Task goal
Using the listing below, set down exactly the lines starting at the line that contains "const wellFilledShare = 0.7;" and ending at the line that contains "const below = words.length", both included, and no others.

Records to use
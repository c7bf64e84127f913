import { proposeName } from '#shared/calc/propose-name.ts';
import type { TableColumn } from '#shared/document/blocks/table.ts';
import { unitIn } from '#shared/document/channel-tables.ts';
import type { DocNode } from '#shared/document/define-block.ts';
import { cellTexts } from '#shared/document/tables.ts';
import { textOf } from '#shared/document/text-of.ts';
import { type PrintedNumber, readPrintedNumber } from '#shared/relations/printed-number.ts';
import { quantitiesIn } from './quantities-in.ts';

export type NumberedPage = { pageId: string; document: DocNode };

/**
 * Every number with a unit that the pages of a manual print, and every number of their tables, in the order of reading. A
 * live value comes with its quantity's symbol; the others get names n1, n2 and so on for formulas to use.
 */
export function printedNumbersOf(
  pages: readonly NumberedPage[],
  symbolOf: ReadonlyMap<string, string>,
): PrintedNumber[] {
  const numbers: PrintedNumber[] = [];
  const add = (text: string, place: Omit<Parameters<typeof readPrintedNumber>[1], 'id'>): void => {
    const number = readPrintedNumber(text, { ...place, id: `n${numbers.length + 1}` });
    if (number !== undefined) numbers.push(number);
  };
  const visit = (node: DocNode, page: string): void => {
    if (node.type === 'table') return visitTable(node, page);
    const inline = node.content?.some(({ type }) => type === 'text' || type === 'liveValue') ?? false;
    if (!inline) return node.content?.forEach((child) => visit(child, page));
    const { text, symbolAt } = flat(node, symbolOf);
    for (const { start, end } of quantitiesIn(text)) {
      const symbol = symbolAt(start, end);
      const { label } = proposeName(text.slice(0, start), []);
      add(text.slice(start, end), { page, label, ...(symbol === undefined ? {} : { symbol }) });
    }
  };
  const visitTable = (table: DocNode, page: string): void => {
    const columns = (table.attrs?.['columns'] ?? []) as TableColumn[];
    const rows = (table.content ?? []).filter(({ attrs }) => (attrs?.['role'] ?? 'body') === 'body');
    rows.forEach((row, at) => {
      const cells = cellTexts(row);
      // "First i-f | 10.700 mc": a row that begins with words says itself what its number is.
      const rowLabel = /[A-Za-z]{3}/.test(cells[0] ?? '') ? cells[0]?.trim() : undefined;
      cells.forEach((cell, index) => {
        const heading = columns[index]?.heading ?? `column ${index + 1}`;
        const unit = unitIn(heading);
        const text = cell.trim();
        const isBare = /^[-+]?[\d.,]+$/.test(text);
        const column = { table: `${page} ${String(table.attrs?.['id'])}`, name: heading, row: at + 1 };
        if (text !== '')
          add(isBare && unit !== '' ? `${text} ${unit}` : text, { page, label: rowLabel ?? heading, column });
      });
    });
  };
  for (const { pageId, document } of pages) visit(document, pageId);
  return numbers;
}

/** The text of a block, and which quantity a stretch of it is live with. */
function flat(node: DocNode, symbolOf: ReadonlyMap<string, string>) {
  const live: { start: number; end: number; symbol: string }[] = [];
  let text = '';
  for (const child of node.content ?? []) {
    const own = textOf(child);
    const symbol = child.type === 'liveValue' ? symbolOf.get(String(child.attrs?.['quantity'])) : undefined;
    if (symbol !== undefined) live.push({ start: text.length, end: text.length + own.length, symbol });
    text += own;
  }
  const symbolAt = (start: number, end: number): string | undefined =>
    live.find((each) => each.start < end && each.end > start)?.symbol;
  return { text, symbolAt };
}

...

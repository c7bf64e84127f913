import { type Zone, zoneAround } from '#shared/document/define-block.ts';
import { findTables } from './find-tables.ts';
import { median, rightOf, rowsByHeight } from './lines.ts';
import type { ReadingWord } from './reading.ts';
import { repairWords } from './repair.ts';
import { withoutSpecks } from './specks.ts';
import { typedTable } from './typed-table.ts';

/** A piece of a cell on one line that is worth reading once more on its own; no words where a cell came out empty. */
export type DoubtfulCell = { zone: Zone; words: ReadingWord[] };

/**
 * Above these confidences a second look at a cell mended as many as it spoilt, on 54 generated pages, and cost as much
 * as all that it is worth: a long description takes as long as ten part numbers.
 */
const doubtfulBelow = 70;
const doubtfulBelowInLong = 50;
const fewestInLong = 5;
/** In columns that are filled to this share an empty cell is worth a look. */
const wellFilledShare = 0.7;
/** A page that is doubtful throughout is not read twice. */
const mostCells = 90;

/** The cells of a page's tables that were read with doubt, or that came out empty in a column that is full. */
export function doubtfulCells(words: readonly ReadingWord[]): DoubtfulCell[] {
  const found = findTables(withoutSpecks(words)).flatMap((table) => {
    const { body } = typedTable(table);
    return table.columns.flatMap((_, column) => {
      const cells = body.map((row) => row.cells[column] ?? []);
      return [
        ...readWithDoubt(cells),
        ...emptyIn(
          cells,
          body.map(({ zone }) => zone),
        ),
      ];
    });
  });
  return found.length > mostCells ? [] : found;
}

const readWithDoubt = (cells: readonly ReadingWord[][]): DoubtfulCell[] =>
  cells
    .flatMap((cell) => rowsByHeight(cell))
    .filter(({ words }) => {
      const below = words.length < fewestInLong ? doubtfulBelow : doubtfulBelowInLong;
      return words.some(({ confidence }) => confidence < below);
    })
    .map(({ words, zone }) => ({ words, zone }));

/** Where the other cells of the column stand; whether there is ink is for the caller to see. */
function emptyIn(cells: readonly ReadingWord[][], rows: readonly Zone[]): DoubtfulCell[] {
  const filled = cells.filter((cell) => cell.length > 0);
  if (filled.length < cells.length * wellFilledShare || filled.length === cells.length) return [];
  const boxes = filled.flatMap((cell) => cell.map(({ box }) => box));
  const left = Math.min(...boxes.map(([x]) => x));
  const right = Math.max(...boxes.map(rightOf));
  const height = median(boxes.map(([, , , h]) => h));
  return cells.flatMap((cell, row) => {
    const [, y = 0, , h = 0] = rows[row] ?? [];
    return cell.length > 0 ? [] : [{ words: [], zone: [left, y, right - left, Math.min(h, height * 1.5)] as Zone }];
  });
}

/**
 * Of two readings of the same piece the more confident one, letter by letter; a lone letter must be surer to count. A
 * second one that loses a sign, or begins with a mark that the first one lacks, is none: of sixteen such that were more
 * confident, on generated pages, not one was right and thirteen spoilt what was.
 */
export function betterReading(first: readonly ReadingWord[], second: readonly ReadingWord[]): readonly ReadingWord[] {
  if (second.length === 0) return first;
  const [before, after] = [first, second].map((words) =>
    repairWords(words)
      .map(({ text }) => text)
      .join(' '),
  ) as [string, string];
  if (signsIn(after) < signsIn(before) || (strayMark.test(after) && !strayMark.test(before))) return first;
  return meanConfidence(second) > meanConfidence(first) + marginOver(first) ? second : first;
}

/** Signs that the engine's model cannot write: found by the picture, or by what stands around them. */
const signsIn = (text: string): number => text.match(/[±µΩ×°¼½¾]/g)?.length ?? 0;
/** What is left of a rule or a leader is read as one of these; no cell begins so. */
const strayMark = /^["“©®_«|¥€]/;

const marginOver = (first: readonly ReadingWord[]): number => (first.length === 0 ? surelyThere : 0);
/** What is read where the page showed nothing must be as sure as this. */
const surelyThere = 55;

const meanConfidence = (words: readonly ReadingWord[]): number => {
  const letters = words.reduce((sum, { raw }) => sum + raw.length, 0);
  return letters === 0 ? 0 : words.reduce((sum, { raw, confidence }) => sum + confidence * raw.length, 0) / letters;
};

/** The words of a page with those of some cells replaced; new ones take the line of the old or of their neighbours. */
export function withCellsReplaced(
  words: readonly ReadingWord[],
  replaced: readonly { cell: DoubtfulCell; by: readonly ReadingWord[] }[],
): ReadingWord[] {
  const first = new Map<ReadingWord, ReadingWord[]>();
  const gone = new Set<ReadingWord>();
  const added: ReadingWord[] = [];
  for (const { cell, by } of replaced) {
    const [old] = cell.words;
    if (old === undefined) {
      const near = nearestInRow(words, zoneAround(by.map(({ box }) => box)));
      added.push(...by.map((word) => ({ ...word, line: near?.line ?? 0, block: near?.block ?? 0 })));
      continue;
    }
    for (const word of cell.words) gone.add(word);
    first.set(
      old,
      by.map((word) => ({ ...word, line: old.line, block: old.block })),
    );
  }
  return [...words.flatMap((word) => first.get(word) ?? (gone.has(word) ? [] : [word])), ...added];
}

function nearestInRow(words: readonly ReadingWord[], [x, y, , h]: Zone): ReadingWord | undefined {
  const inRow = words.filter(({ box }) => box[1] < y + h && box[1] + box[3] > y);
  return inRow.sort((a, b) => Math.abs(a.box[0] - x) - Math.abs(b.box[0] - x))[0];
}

Worked solution
const wellFilledShare = 0.7;
/** A page that is doubtful throughout is not read twice. */
const mostCells = 90;

/** The cells of a page's tables that were read with doubt, or that came out empty in a column that is full. */
export function doubtfulCells(words: readonly ReadingWord[]): DoubtfulCell[] {
  const found = findTables(withoutSpecks(words)).flatMap((table) => {
    const { body } = typedTable(table);
    return table.columns.flatMap((_, column) => {
      const cells = body.map((row) => row.cells[column] ?? []);
      return [
        ...readWithDoubt(cells),
        ...emptyIn(
          cells,
          body.map(({ zone }) => zone),
        ),
      ];
    });
  });
  return found.length > mostCells ? [] : found;
}

const readWithDoubt = (cells: readonly ReadingWord[][]): DoubtfulCell[] =>
  cells
    .flatMap((cell) => rowsByHeight(cell))
    .filter(({ words }) => {
      const below = words.length < fewestInLong ? doubtfulBelow : doubtfulBelowInLong;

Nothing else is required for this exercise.